Updated on 23.4.2017
Although there's nothing really to add here since the conjecture was disproven. I'd like to prove the actual greatest value $\sum_{v\in V_{D}} |d^{+}_{v}-d^{-}_{v}|$ can have, for some simple connected directed graph.
$(T1)$ $2(\sum_{v\in V_{D}}max(d^+_{v}, d^-_{v})+|V_{D}|-1)\ge \sum_{v\in V_{D}} |d^{+}_{v}-d^{-}_{v}|$.
$(L1)$ If a simple directed graph is connected then $|A_{D}| \ge |V_{D}|-1,$
$(L2)$ $2|A_{D}| = \sum_{v\in V_{D}} max(d^{+}_{v},d^{-}_{v})+min(d^{+}_{v},d^{-}_{v})$.
$(P1)$ Let $D$ be a simple connected directed graph, then
$$|A_{D}| \ge |V_{D}|-1 \tag*{(by P1 and L1)}$$ $$\frac{1}{2}\left(\sum_{v\in V_{D}}max(d^+_{v}, d^-_{v}) + min(d^+_{v}, d^-_{v})\right) \ge |V_{D}|-1 \tag*{(by L2)}$$ $$-|V_{D}|-1\ge -\frac{1}{2}\left(\sum_{v\in V_{D}}max(d^+_{v}, d^-_{v}) + min(d^+_{v}, d^-_{v})\right)$$ $$-2(|V_{D}|-1)\ge \sum_{v\in V_{D}}-max(d^+_{v}, d^-_{v}) - min(d^+_{v}, d^-_{v})$$ $$2\left(\sum_{v\in V_{D}}max(d^+_{v}, d^-_{v})-|V_{D}|+1\right) \ge \sum_{v\in V_{D}}max(d^+_{v}, d^-_{v}) - min(d^+_{v}, d^-_{v})$$ $$2\left(\sum_{v\in V_{D}}max(d^+_{v}, d^-_{v})-|V_{D}|+1\right)\ge \sum_{v\in V_{D}} |d^{+}_{v}-d^{-}_{v}| \tag*{($\therefore P1$) $\blacksquare$.}$$
Let's also prove the trivial greatest value of $\sum_{v\in V_{D}}|d^{+}_{v}-d^{-}_{v}|$, that is $2|A_{D}|$.
$(T2)$ $\sum_{v\in V_{D}}|d^{+}_{v}-d^{-}_{v}| \le 2|A_{D}|$.

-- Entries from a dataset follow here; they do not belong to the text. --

"""What was read at the bench: passes, readings, acts, and what each reading was found to be."""

from django.db import models
from django.utils.translation import gettext_lazy as _

from logbook.gauges.models import Gauge
from logbook.people.models import OfShop, Person, ShopRows
from logbook.work.models import Task


class Tablet(OfShop):
    """A tablet a shift shares; its sequence orders what was keyed on it."""

    name = models.CharField(_("tablet"), max_length=80)
    key = models.UUIDField(unique=True)
    last_sequence = models.PositiveBigIntegerField(default=0)

    objects = ShopRows.as_manager()


class Measurement(OfShop):
    """One pass over the stations of a task with one method: as found or as left, one gauge, stated conditions."""

    class Phase(models.TextChoices):
        AS_FOUND = "as_found", _("as found")
        AS_LEFT = "as_left", _("as left")

    task = models.ForeignKey(Task, models.PROTECT, related_name="measurements")
    kind = models.CharField(_("kind"), max_length=40)
    phase = models.CharField(_("pass"), max_length=8, choices=Phase)
    gauge = models.ForeignKey(Gauge, models.PROTECT, null=True, blank=True, related_name="measurements")
    conditions = models.JSONField(_("conditions, as typed"), default=dict, blank=True)
    engine_hours = models.FloatField(_("engine hours"), null=True, blank=True)
    opened_at = models.DateTimeField()
    opened_by = models.ForeignKey(Person, models.PROTECT, related_name="+")
    closed_at = models.DateTimeField(null=True, blank=True)
    derived = models.JSONField(_("derived findings, kept when closed"), default=list)

    objects = ShopRows.as_manager()

    class Meta:
        ordering = ["opened_at", "pk"]

    def __str__(self) -> str:
        return f"{self.kind} {self.get_phase_display()}"


class ReadingRows(ShopRows):
    """Readings of one shop, and which of them stand."""

    def standing(self) -> "ReadingRows":
        """Readings that nothing has taken the place of and that strike nothing out."""
        return self.filter(is_strike=False, superseded_by__isnull=True)


class FindingRows(ShopRows):
    """Findings of one shop, and which of them stand."""

    def standing(self) -> "FindingRows":
        """The last finding of every station of a pass, as long as a reading stands there."""
        beside = {"measurement": models.OuterRef("measurement"), "station": models.OuterRef("station")}
        later = Finding.objects.filter(**beside, pk__gt=models.OuterRef("pk"))
        return self.filter(~models.Exists(later), models.Exists(Reading.objects.standing().filter(**beside)))


class Reading(OfShop):
    """One answer at one station, as typed; never changed or deleted. A correction is another that supersedes it."""

    measurement = models.ForeignKey(Measurement, models.PROTECT, related_name="readings")
    client_id = models.UUIDField(_("made once on the tablet: a double tap is one reading"), unique=True)
    station = models.CharField(_("station"), max_length=60)
    typed = models.CharField(_("as typed"), max_length=200, blank=True)
    not_measured = models.CharField(_("why not measured"), max_length=300, blank=True)
    measured_by = models.ForeignKey(Person, models.PROTECT, related_name="+")
    keyed_by = models.ForeignKey(Person, models.PROTECT, related_name="+")
    taken_at = models.DateTimeField(_("taken, by the tablet's clock"))
    recorded_at = models.DateTimeField(_("recorded, by the server's clock"))
    tablet = models.ForeignKey(Tablet, models.PROTECT, null=True, blank=True, related_name="+")
    sequence = models.PositiveBigIntegerField(_("sequence on the tablet"), default=0)
    supersedes = models.OneToOneField("self", models.PROTECT, null=True, blank=True, related_name="superseded_by")
    reason = models.CharField(_("why the earlier one is superseded or struck"), max_length=300, blank=True)
    is_strike = models.BooleanField(_("strikes the earlier one without a new value"), default=False)
    slip_asked = models.JSONField(_("the slip that was asked about"), null=True, blank=True)
    slip_answer = models.CharField(_("the answer"), max_length=20, blank=True)

    objects = ReadingRows.as_manager()

    class Meta:
        ordering = ["recorded_at", "pk"]
        constraints = [
            models.CheckConstraint(
                condition=models.Q(is_strike=True, typed="", not_measured="")
                | (models.Q(is_strike=False) & (~models.Q(typed="") ^ ~models.Q(not_measured=""))),
                name="reading_is_a_value_or_a_reason",
                violation_error_message=_("A reading is a value, or a reason why it was not measured."),
            ),
            models.CheckConstraint(
                condition=models.Q(supersedes=None, is_strike=False)
                | (models.Q(supersedes__isnull=False) & ~models.Q(reason="")),
                name="reading_correction_has_a_reason",
                violation_error_message=_("Say why the earlier reading is struck or replaced."),
            ),
        ]


class Finding(OfShop):
    """What a station was found to be: the judgement as `assess` gave it, kept with the reading that called for it."""

    measurement = models.ForeignKey(Measurement, models.PROTECT, related_name="findings")
    reading = models.OneToOneField(Reading, models.PROTECT, related_name="finding")
    station = models.CharField(max_length=60)
    characteristic = models.CharField(max_length=60)
    verdict = models.CharField(max_length=10)
    chance_within = models.FloatField(null=True, blank=True)
    judgement = models.JSONField(_("all of it"))
    limit_sheet = models.ForeignKey("engines.LimitSheet", models.PROTECT, null=True, blank=True, related_name="+")

    objects = FindingRows.as_manager()

    class Meta:
        ordering = ["pk"]


class Act(OfShop):
    """What was done at a station between as found and as left: a turn of the screw, a shim, another part."""

    task = models.ForeignKey(Task, models.PROTECT, related_name="acts")
    client_id = models.UUIDField(unique=True)
    station = models.CharField(max_length=60)
    what = models.CharField(_("what was done"), max_length=200)
    done_by = models.ForeignKey(Person, models.PROTECT, related_name="+")
    done_at = models.DateTimeField()
    recorded_at = models.DateTimeField()

    objects = ShopRows.as_manager()

    class Meta:
        ordering = ["done_at", "pk"]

$(L3)$ $2|A_{D}| \ge \sum_{v\in V_{D}}max(d^{+}_{v},d^{-}_{v}) \ge |A_{D}| \ge \sum_{v\in V_{D}}min(d^{+}_{v},d^{-}_{v}) \ge 0.$
$$2|A_{D}| \ge \sum_{v\in V_{D}}max(d^{+}_{v},d^{-}_{v}) \tag*{(by L3)}$$ $$2|A_{D}|-\sum_{v\in V_{D}}min(d^{+}_{v},d^{-}_{v}) \ge \sum_{v\in V_{D}}max(d^{+}_{v},d^{-}_{v})-min(d^{+}_{v},d^{-}_{v})$$ $$2|A_{D}| \ge 2|A_{D}|-\sum_{v\in V_{D}}min(d^{+}_{v},d^{-}_{v})\tag*{(by L3)}$$ $$2|A_{D}| \ge \sum_{v\in V_{D}}max(d^{+}_{v},d^{-}_{v})-min(d^{+}_{v},d^{-}_{v}) \tag*{($\therefore P2$) $\blacksquare$.}$$
The following seems to be a counterexample.
Consider a complete bipartite directed graph with partition $A,B$, where $|A|=|B|=n$ (there are all possible edges from $A$ to $B$). Add one additional vertex $c$ and all possible edges from $B$ to $c$ and from $c$ to $A$. Thus obtained graph $D$ is connected.
We calculate that $\mathrm{LHS} = 2n \cdot (n-1)$ grows quadratically and $\mathrm{RHS} = 2 ((2n+1)-1)$ grows linearly with respect to $n$.
For this particular $D$, the claim would work for $|A_D|$ instead of $|V_D|$ - this is why I asked about it in the comments.